- Activity: Search the records for lines with the word "resid" and copy each match.

::::

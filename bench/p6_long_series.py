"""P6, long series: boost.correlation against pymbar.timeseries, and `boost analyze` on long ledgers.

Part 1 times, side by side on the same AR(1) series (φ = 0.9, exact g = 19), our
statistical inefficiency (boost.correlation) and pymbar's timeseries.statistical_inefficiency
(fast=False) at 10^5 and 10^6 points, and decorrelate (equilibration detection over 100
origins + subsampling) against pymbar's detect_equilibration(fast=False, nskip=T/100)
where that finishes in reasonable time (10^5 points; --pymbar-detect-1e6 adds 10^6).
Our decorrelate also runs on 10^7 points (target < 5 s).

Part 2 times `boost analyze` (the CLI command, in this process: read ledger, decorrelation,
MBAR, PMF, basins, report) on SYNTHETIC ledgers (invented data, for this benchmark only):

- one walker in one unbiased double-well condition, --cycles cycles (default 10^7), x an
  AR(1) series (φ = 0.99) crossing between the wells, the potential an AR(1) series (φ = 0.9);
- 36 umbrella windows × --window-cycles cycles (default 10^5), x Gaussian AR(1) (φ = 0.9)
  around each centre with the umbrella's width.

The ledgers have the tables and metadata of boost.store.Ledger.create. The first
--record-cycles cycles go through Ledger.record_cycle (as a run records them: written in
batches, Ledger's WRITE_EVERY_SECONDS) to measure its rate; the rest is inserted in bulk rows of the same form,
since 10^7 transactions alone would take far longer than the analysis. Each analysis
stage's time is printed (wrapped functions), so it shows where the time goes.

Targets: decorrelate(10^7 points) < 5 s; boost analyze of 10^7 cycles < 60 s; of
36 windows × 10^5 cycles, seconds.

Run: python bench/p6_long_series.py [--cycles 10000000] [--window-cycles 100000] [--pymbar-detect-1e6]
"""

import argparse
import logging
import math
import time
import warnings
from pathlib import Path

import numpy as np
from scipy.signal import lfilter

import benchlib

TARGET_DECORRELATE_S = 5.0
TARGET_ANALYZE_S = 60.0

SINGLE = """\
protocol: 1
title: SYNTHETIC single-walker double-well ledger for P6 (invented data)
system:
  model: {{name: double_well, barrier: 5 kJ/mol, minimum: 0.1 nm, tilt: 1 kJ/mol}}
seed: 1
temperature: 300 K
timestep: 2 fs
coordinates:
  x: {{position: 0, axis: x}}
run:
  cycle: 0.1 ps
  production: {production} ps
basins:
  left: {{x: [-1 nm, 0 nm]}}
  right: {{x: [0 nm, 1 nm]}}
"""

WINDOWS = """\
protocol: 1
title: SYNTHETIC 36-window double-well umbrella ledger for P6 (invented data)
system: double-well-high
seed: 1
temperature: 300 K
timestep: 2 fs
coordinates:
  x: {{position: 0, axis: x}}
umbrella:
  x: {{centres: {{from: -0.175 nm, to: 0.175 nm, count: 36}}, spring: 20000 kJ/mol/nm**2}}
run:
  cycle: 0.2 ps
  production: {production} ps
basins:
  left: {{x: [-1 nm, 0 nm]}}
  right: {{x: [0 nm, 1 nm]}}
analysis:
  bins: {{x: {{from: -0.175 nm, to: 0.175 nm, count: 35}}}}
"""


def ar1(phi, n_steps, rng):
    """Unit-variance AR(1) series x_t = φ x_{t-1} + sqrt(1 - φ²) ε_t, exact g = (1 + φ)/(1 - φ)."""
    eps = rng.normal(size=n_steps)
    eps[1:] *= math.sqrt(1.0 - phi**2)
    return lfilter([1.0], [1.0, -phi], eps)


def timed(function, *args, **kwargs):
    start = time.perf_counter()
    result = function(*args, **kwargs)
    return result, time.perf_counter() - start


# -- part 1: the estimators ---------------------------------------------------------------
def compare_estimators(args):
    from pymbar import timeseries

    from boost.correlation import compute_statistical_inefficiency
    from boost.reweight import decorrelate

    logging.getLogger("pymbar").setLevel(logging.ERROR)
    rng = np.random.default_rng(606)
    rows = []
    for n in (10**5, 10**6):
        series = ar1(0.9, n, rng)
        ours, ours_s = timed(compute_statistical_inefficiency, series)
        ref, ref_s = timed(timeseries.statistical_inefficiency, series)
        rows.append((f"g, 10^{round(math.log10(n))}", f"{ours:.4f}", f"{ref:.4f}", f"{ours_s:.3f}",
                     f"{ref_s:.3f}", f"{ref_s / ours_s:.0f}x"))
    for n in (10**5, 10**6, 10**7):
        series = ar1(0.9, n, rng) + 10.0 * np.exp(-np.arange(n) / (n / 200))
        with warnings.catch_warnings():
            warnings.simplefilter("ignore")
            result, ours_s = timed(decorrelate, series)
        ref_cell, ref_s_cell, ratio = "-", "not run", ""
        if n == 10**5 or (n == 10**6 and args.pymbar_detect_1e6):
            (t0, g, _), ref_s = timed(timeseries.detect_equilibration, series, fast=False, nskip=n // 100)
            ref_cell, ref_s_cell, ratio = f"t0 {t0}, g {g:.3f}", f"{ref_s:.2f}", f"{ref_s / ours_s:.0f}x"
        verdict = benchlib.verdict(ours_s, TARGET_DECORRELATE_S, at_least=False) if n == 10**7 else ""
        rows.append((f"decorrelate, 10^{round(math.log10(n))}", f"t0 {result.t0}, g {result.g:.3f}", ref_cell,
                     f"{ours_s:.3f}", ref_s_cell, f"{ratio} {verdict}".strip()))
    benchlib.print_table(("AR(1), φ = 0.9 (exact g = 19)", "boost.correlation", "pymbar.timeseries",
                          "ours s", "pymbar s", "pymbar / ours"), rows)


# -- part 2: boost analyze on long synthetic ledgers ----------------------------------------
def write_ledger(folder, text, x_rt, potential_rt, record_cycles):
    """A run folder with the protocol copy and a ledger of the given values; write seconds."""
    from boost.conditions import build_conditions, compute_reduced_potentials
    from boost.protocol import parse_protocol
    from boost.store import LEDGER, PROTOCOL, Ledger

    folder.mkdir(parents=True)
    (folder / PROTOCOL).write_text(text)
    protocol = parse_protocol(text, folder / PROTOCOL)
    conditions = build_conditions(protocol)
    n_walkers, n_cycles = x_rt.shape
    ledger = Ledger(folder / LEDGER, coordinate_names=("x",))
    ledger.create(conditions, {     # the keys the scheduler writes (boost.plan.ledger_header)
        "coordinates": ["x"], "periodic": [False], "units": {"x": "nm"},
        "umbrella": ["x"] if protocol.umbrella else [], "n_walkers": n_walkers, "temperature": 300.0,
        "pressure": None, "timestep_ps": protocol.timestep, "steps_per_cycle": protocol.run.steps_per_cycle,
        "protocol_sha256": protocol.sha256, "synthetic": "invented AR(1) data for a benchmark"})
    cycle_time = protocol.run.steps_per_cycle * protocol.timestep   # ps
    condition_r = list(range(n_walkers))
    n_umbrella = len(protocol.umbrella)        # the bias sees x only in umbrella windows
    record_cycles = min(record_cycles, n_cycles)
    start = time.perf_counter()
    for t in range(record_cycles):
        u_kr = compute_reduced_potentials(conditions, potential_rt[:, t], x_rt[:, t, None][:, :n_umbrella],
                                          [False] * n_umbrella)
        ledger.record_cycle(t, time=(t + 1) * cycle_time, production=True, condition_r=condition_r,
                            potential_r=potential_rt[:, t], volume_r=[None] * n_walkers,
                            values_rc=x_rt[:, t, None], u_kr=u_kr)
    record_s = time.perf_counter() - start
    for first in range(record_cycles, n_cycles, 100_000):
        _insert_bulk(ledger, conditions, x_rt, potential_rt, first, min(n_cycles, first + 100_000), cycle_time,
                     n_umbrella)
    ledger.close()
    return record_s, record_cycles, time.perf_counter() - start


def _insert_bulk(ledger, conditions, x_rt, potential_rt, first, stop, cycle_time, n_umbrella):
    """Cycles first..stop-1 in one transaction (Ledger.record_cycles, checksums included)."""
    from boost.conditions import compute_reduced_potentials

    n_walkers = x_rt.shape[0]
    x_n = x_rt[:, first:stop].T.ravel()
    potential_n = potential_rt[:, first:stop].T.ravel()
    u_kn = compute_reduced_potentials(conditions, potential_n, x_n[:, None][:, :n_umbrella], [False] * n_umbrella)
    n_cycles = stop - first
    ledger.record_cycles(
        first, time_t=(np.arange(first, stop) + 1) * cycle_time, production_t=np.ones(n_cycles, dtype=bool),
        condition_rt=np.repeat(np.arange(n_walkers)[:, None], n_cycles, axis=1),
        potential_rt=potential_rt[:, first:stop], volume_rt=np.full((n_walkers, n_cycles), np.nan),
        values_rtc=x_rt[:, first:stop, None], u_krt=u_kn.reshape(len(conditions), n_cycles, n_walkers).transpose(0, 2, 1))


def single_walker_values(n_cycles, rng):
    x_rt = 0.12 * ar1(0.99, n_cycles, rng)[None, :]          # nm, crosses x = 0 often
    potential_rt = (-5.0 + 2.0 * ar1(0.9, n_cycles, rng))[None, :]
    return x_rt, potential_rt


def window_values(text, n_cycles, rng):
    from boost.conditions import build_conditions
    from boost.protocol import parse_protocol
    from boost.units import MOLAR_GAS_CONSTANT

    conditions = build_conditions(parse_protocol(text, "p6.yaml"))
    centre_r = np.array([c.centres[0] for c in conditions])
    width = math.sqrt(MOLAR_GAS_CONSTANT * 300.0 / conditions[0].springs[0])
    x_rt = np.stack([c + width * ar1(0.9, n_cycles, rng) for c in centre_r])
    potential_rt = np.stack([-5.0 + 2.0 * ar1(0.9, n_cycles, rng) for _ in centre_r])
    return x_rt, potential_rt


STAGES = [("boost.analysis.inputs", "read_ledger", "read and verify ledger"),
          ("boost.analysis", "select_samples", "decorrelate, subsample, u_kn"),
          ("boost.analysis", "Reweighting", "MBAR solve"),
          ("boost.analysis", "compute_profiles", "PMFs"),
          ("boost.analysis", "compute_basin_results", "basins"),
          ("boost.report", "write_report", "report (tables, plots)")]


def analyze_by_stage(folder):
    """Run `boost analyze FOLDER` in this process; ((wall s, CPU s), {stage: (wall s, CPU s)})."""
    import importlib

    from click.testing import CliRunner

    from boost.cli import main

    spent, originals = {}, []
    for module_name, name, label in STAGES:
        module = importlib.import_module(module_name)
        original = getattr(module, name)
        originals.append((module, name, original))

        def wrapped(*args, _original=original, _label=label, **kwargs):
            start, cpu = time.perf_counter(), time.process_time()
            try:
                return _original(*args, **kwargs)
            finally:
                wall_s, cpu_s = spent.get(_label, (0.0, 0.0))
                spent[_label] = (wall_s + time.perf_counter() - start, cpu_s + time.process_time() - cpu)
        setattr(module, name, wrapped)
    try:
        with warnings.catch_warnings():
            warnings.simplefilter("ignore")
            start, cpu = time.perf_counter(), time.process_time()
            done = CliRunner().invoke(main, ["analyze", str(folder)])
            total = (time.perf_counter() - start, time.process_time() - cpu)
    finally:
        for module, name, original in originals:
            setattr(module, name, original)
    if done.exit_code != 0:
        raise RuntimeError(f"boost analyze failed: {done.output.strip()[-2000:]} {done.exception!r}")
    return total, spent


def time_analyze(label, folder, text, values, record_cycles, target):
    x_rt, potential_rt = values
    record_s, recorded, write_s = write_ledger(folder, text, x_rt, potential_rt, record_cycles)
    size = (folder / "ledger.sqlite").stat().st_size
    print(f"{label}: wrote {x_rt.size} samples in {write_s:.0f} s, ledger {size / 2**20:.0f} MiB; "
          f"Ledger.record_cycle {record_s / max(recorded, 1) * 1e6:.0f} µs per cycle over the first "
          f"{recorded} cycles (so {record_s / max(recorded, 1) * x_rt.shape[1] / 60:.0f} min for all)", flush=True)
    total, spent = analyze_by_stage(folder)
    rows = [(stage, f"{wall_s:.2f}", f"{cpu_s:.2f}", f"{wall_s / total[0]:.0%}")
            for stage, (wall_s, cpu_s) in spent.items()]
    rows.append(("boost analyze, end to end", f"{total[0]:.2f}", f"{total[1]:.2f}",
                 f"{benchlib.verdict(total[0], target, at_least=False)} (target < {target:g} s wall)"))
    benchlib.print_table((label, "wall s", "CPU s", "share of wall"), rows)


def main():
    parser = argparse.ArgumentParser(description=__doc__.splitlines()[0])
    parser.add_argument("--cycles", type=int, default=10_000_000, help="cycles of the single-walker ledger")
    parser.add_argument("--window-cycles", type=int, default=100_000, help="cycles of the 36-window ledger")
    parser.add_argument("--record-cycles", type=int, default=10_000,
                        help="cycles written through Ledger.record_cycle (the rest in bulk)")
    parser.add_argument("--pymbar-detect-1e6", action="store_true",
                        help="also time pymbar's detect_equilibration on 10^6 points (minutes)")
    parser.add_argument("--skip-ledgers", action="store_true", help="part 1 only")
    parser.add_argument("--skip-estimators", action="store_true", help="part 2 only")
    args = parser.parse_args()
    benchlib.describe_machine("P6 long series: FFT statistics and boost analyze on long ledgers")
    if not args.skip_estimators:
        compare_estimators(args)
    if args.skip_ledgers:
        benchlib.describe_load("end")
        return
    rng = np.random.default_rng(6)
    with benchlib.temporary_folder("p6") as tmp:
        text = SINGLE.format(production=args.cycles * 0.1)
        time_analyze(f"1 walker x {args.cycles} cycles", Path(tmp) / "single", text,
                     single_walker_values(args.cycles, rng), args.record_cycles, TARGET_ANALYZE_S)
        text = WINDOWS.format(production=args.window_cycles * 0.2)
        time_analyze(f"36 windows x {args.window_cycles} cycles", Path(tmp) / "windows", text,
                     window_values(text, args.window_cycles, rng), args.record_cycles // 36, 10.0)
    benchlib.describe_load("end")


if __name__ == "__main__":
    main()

::::

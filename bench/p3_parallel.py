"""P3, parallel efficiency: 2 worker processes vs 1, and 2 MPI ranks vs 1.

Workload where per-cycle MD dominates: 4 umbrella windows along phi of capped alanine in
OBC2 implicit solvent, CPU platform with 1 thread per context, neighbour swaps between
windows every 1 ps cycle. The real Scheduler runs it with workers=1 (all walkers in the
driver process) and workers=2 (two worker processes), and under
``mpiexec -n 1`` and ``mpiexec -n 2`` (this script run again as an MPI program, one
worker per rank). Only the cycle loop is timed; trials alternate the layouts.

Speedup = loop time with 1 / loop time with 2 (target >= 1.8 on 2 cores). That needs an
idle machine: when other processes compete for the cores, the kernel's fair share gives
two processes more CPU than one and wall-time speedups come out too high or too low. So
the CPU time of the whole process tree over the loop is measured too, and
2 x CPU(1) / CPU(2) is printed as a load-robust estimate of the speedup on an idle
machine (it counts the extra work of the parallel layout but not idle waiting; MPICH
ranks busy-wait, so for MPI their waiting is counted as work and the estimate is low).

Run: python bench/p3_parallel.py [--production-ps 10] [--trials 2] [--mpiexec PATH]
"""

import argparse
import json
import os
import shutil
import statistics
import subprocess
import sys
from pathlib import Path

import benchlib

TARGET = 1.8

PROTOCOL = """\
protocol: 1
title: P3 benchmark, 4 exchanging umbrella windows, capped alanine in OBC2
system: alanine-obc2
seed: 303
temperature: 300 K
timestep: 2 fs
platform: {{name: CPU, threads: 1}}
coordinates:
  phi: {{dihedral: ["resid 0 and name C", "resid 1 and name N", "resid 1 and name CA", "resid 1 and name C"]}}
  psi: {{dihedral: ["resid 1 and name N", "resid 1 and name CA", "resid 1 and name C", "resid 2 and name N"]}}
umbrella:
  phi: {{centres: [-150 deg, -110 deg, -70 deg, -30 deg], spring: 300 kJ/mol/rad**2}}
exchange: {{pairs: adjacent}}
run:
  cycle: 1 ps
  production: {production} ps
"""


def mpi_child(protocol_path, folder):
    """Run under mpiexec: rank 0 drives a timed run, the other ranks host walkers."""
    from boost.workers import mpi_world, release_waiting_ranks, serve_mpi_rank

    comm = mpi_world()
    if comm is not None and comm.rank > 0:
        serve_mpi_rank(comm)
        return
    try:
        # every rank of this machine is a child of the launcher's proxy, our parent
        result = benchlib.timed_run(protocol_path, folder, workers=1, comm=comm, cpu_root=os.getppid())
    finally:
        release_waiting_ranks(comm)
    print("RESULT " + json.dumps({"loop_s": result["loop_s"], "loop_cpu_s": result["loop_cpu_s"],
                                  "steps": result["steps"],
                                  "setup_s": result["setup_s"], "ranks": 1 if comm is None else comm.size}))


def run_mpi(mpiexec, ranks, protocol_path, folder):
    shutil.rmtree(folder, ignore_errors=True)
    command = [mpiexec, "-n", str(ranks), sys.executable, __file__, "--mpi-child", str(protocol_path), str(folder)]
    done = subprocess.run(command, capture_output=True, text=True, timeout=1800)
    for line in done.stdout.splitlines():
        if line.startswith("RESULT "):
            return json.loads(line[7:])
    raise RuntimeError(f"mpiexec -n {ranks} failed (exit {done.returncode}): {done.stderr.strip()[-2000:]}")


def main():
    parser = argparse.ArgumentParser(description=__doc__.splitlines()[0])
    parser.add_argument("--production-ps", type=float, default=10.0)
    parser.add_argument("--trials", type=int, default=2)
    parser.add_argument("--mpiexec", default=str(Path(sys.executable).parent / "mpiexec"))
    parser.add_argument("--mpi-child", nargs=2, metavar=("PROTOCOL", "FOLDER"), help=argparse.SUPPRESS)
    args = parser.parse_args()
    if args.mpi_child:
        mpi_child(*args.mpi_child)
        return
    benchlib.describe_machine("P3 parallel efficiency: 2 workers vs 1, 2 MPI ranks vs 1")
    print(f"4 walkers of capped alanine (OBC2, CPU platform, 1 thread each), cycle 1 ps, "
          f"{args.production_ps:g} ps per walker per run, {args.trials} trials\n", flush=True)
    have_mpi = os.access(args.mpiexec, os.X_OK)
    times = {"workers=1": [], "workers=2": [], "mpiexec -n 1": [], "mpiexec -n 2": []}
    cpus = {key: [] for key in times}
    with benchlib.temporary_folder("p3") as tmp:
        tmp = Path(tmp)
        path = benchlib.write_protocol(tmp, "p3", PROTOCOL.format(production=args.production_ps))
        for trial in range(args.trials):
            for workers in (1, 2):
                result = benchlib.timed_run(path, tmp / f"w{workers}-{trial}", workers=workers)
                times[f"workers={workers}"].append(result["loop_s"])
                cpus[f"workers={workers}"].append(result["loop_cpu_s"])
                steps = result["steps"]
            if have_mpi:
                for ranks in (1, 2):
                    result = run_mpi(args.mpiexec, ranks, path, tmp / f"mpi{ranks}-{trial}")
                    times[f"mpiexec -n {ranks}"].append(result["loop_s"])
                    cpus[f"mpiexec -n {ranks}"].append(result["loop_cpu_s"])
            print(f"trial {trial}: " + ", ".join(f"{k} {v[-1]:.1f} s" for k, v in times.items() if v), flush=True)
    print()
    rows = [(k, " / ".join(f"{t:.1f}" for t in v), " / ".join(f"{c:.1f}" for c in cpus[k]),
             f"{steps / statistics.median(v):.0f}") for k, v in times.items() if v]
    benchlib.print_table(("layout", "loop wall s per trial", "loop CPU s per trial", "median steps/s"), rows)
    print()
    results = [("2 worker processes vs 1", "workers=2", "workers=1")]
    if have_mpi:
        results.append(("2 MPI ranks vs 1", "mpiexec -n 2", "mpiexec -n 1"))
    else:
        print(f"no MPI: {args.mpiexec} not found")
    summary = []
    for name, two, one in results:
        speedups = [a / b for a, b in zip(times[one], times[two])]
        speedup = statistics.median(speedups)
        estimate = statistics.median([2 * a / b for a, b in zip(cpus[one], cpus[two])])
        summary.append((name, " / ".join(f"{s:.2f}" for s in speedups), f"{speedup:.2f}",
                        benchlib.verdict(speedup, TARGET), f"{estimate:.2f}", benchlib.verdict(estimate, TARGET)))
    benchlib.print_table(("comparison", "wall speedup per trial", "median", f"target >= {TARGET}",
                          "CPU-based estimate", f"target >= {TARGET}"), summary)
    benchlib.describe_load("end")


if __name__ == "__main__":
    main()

::::

- Reply to the task:
  phi: {{dihedral: ["resid 0 and name C", "resid 1 and name N", "resid 1 and name CA", "resid 1 and name C"]}}
  psi: {{dihedral: ["resid 1 and name N", "resid 1 and name CA", "resid 1 and name C", "resid 2 and name N"]}}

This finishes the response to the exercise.